* Data entries *

^^^^^^^^

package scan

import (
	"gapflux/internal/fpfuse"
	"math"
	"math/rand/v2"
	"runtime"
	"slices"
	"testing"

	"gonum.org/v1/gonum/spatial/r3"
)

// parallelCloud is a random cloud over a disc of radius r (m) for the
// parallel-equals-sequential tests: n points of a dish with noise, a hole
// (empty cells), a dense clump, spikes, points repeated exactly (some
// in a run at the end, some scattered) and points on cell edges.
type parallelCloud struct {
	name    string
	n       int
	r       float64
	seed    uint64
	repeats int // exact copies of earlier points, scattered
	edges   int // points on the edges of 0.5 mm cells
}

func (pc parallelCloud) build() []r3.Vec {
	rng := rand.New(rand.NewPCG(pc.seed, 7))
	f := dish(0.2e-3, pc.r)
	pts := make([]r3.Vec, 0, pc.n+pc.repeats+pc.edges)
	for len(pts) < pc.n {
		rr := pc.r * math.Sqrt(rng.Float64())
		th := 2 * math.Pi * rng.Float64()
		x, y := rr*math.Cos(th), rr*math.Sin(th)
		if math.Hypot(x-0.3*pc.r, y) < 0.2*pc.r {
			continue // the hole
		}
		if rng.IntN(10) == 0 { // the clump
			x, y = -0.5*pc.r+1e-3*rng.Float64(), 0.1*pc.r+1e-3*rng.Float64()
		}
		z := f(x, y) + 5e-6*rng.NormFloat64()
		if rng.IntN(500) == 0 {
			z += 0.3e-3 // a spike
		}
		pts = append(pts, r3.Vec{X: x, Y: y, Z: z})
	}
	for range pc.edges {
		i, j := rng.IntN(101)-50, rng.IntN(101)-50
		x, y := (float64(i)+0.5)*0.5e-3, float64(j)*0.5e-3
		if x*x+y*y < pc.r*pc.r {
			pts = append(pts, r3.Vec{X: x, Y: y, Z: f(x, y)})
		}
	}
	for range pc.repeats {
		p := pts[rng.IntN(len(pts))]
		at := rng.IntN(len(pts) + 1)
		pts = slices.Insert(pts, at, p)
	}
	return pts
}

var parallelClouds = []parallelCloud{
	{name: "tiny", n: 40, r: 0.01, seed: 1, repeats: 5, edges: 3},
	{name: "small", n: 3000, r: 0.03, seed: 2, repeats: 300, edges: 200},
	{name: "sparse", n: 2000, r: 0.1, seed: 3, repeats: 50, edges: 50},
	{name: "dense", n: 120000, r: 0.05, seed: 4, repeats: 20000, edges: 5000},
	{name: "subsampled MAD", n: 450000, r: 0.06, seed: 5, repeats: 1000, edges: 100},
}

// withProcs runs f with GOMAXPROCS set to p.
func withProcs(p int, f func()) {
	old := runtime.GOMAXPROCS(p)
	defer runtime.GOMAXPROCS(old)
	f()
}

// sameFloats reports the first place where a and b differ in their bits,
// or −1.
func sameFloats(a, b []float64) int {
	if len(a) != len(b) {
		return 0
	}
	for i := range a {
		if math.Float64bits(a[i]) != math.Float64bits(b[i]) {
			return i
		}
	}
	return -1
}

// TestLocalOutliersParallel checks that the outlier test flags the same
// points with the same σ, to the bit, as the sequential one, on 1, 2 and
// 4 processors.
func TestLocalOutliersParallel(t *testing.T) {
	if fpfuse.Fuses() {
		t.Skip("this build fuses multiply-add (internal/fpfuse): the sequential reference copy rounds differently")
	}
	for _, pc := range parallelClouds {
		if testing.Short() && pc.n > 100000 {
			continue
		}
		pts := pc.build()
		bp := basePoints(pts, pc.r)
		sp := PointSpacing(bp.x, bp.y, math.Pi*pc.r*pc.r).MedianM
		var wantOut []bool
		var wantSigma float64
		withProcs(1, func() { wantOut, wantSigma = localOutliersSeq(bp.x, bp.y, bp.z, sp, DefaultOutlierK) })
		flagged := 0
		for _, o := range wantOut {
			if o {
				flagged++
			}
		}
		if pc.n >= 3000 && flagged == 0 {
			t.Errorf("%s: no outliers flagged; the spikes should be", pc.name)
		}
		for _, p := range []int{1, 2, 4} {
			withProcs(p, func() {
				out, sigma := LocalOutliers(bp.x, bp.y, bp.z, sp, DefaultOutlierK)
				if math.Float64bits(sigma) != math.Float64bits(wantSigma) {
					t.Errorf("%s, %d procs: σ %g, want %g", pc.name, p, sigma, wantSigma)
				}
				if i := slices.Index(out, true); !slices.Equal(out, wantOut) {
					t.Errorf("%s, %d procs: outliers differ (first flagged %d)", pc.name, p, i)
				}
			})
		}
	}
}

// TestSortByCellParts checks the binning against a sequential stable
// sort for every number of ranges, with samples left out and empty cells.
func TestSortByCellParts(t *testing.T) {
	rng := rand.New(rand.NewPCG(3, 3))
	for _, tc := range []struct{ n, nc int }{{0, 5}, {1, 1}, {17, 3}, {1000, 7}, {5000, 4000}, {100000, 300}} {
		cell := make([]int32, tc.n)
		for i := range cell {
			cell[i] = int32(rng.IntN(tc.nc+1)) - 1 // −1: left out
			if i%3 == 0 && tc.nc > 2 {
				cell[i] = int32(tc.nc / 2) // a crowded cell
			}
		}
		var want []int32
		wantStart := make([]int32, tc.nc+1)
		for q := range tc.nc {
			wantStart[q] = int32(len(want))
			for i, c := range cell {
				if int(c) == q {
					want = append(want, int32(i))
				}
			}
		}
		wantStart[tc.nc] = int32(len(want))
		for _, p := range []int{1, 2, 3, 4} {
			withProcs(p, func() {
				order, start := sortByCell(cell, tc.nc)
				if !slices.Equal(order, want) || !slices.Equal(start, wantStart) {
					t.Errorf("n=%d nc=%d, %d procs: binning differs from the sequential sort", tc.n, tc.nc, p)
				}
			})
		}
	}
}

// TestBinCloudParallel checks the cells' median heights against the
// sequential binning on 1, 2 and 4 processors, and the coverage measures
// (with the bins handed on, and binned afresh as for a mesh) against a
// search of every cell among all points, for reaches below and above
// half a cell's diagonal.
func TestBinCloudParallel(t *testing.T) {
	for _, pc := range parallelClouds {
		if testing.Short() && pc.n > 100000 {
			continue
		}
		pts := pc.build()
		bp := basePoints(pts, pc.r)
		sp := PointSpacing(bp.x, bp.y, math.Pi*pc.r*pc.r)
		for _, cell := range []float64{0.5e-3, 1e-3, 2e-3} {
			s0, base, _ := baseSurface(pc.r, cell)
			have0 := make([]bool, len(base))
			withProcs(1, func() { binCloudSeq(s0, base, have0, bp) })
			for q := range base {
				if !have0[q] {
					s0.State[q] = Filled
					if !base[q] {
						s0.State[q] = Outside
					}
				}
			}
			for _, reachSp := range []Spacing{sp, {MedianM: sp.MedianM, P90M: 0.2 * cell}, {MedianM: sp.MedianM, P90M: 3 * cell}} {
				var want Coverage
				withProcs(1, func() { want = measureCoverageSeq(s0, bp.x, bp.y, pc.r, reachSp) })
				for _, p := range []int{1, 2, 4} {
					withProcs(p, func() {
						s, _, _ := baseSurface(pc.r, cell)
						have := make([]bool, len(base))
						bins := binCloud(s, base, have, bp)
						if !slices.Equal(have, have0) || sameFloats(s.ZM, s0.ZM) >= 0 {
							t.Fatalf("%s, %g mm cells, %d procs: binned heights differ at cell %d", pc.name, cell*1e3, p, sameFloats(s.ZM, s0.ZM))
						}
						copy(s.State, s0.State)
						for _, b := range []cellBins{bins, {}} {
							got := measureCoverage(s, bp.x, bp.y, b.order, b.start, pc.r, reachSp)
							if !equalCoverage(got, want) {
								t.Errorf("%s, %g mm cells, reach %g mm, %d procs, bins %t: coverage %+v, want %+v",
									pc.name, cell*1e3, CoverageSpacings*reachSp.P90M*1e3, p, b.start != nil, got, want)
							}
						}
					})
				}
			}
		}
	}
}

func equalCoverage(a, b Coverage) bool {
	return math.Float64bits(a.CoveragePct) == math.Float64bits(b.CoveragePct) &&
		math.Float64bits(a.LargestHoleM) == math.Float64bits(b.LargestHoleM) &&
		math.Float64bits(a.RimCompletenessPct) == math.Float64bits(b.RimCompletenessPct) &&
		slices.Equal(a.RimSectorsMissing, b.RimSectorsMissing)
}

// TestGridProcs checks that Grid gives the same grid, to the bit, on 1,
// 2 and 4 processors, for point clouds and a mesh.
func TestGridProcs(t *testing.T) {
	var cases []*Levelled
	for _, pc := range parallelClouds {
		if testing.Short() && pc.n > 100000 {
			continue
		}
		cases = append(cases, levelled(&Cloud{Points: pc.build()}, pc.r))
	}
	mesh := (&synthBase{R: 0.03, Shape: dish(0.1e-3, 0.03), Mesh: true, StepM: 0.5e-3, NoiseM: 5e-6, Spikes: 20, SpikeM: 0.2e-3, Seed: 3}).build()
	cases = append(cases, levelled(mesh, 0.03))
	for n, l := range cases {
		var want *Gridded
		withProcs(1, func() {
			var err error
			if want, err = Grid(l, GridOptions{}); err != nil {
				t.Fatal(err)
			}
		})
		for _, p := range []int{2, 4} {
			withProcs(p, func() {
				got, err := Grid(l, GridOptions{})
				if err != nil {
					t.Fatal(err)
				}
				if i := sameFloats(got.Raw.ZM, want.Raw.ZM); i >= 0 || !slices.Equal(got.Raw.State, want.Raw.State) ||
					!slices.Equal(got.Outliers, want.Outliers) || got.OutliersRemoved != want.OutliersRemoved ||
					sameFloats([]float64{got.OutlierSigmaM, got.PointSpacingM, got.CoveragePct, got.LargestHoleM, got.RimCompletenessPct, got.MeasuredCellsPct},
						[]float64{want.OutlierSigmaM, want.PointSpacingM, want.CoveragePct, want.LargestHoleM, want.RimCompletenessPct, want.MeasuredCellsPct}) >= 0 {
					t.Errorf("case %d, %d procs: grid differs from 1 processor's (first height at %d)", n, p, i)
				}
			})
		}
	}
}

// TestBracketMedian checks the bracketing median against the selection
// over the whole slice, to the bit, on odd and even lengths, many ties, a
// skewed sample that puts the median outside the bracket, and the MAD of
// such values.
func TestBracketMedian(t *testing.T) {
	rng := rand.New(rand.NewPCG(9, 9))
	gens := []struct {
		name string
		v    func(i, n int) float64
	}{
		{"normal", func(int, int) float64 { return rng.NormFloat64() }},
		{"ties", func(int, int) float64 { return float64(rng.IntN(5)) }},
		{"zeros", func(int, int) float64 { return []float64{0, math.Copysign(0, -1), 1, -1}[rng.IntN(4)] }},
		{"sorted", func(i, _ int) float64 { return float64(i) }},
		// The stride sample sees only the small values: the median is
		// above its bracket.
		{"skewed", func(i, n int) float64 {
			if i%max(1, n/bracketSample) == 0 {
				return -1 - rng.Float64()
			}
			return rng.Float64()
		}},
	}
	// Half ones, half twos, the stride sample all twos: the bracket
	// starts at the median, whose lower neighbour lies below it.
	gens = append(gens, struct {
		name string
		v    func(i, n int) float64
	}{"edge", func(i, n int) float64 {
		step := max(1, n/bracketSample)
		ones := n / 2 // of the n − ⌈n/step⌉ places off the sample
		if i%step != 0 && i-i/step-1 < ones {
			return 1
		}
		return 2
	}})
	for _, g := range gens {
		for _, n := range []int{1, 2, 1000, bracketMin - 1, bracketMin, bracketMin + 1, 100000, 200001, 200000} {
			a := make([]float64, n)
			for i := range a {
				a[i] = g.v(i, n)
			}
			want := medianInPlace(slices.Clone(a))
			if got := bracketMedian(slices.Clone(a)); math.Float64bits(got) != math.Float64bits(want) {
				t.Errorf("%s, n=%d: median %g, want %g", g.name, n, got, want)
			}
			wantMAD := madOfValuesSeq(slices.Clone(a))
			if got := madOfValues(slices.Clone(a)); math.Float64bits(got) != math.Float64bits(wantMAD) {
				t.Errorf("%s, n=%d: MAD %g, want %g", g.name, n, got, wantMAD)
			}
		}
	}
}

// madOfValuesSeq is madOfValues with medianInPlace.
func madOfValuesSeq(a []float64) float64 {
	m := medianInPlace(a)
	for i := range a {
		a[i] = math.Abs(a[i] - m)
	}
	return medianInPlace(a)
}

^^^^^^^^

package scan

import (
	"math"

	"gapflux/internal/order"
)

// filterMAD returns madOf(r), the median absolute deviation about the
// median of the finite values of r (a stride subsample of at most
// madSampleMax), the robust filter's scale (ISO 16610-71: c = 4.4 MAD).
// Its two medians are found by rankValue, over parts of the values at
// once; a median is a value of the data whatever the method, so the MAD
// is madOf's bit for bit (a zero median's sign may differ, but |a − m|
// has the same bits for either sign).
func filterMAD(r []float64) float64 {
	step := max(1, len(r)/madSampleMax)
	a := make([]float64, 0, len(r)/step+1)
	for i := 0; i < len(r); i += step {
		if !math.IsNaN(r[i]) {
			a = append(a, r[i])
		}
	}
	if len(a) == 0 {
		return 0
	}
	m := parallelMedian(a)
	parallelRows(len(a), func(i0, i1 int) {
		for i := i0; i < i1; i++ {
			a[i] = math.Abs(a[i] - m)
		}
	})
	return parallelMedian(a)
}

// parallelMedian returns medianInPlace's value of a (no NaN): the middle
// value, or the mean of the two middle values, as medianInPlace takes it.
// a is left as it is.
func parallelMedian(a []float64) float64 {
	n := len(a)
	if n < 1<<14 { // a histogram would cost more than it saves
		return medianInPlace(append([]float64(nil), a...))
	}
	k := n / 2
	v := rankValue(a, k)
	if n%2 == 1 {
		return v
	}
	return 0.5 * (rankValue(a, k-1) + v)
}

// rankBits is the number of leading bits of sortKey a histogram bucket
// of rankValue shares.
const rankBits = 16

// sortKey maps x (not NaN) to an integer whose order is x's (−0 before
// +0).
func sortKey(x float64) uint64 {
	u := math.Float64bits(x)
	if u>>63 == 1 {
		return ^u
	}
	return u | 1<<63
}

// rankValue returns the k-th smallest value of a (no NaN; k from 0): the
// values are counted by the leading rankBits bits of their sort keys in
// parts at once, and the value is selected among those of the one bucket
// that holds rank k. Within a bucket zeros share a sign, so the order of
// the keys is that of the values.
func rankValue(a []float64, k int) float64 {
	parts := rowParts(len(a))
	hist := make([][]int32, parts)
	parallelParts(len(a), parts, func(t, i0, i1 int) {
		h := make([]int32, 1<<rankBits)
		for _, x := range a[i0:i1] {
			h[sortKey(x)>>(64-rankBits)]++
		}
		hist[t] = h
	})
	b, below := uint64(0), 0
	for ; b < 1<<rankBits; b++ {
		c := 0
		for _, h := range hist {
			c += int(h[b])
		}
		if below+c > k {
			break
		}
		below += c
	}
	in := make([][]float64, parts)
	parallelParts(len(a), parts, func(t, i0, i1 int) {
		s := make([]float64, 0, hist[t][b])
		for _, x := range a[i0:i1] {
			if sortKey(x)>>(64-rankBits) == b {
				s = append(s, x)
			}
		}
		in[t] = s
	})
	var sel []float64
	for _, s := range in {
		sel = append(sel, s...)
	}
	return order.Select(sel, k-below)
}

^^^^^^^^

* Exercise requirements *
Determine the count of lines in the data that contain the string "TestSortByCellParts", and reply with that count alone.

* Completed exercise *
2